What the exercise asks: Please say how many lines in the entries below hold the string "more", with no other words.

*** Begin section ***

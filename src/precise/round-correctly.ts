/**
 * From approximations of known error to correctly rounded decimals.
 */
import { Decimal } from 'decimal.js';
import type { Arithmetic, Float } from './arithmetic.ts';

/** Spare decimal digits beyond which a result that still sits between two decimals is a tie. */
const TIE_DIGITS = 150;

/** A constructor of its own: no program's global settings are read or changed. */
function decimals(precision: number): typeof Decimal {
  return Decimal.clone({ precision, rounding: Decimal.ROUND_HALF_EVEN, defaults: true });
}

/** numerator/denominator rounded to `digits` significant digits, ties to even; denominator > 0. */
export function roundQuotient(numerator: bigint, denominator: bigint, digits: number): Decimal {
  const Result = decimals(digits);
  if (numerator === 0n) return new Result(0);
  const size = numerator.toString().length - denominator.toString().length;
  // digits + 1 or + 2 of the quotient, and whether anything follows.
  const places = digits + 2 - size;
  const scaled = numerator * 10n ** BigInt(Math.max(0, places));
  const divisor = denominator * 10n ** BigInt(Math.max(0, -places));
  const quotient = scaled / divisor;
  const sticky = quotient * divisor === scaled ? '' : '1';
  return new Result(`${quotient}${sticky}e${-places - sticky.length}`).toSignificantDigits(digits);
}

/**
 * Rounds a non-negative number to `digits` significant digits, ties to even, by computing it with more
 * and more digits until its error cannot matter.
 *
 * @param digits - significant digits of the result
 * @param compute - the number with a relative error below 10^-accuracy, in an arithmetic of at least
 *   `accuracy` digits
 */
export function roundCorrectly(digits: number, compute: (accuracy: number) => Decimal): Decimal {
  const Result = decimals(digits);
  for (let spare = 12; ; spare *= 2) {
    const accuracy = digits + spare;
    const value = compute(accuracy);
    if (spare > TIE_DIGITS) {
      const settled = value.toSignificantDigits(accuracy - 8, Decimal.ROUND_HALF_EVEN);
      return new Result(settled.toSignificantDigits(digits, Decimal.ROUND_HALF_EVEN));
    }
    const Wide = decimals(accuracy + 10);
    const slack = new Wide(value).times(`1e-${accuracy}`);
    const low = new Wide(value).minus(slack).toSignificantDigits(digits);
    const high = new Wide(value).plus(slack).toSignificantDigits(digits);
    if (low.eq(high)) return new Result(low);
  }
}

/** A binary float as a decimal with all the digits that its bits hold. */
export function floatToDecimal({ bits }: Arithmetic, { mantissa, exponent }: Float): Decimal {
  const Wide = decimals(Math.ceil(bits * (Math.LN2 / Math.LN10)) + 3);
  return new Wide(2).pow(exponent).times(mantissa.toString());
}

/** Bits for so many decimal digits and some more bits. */
export function bitsFor(digits: number, spare: number): number {
  return Math.ceil(digits * (Math.LN10 / Math.LN2)) + spare;
}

*** End section ***

Exercise response: 3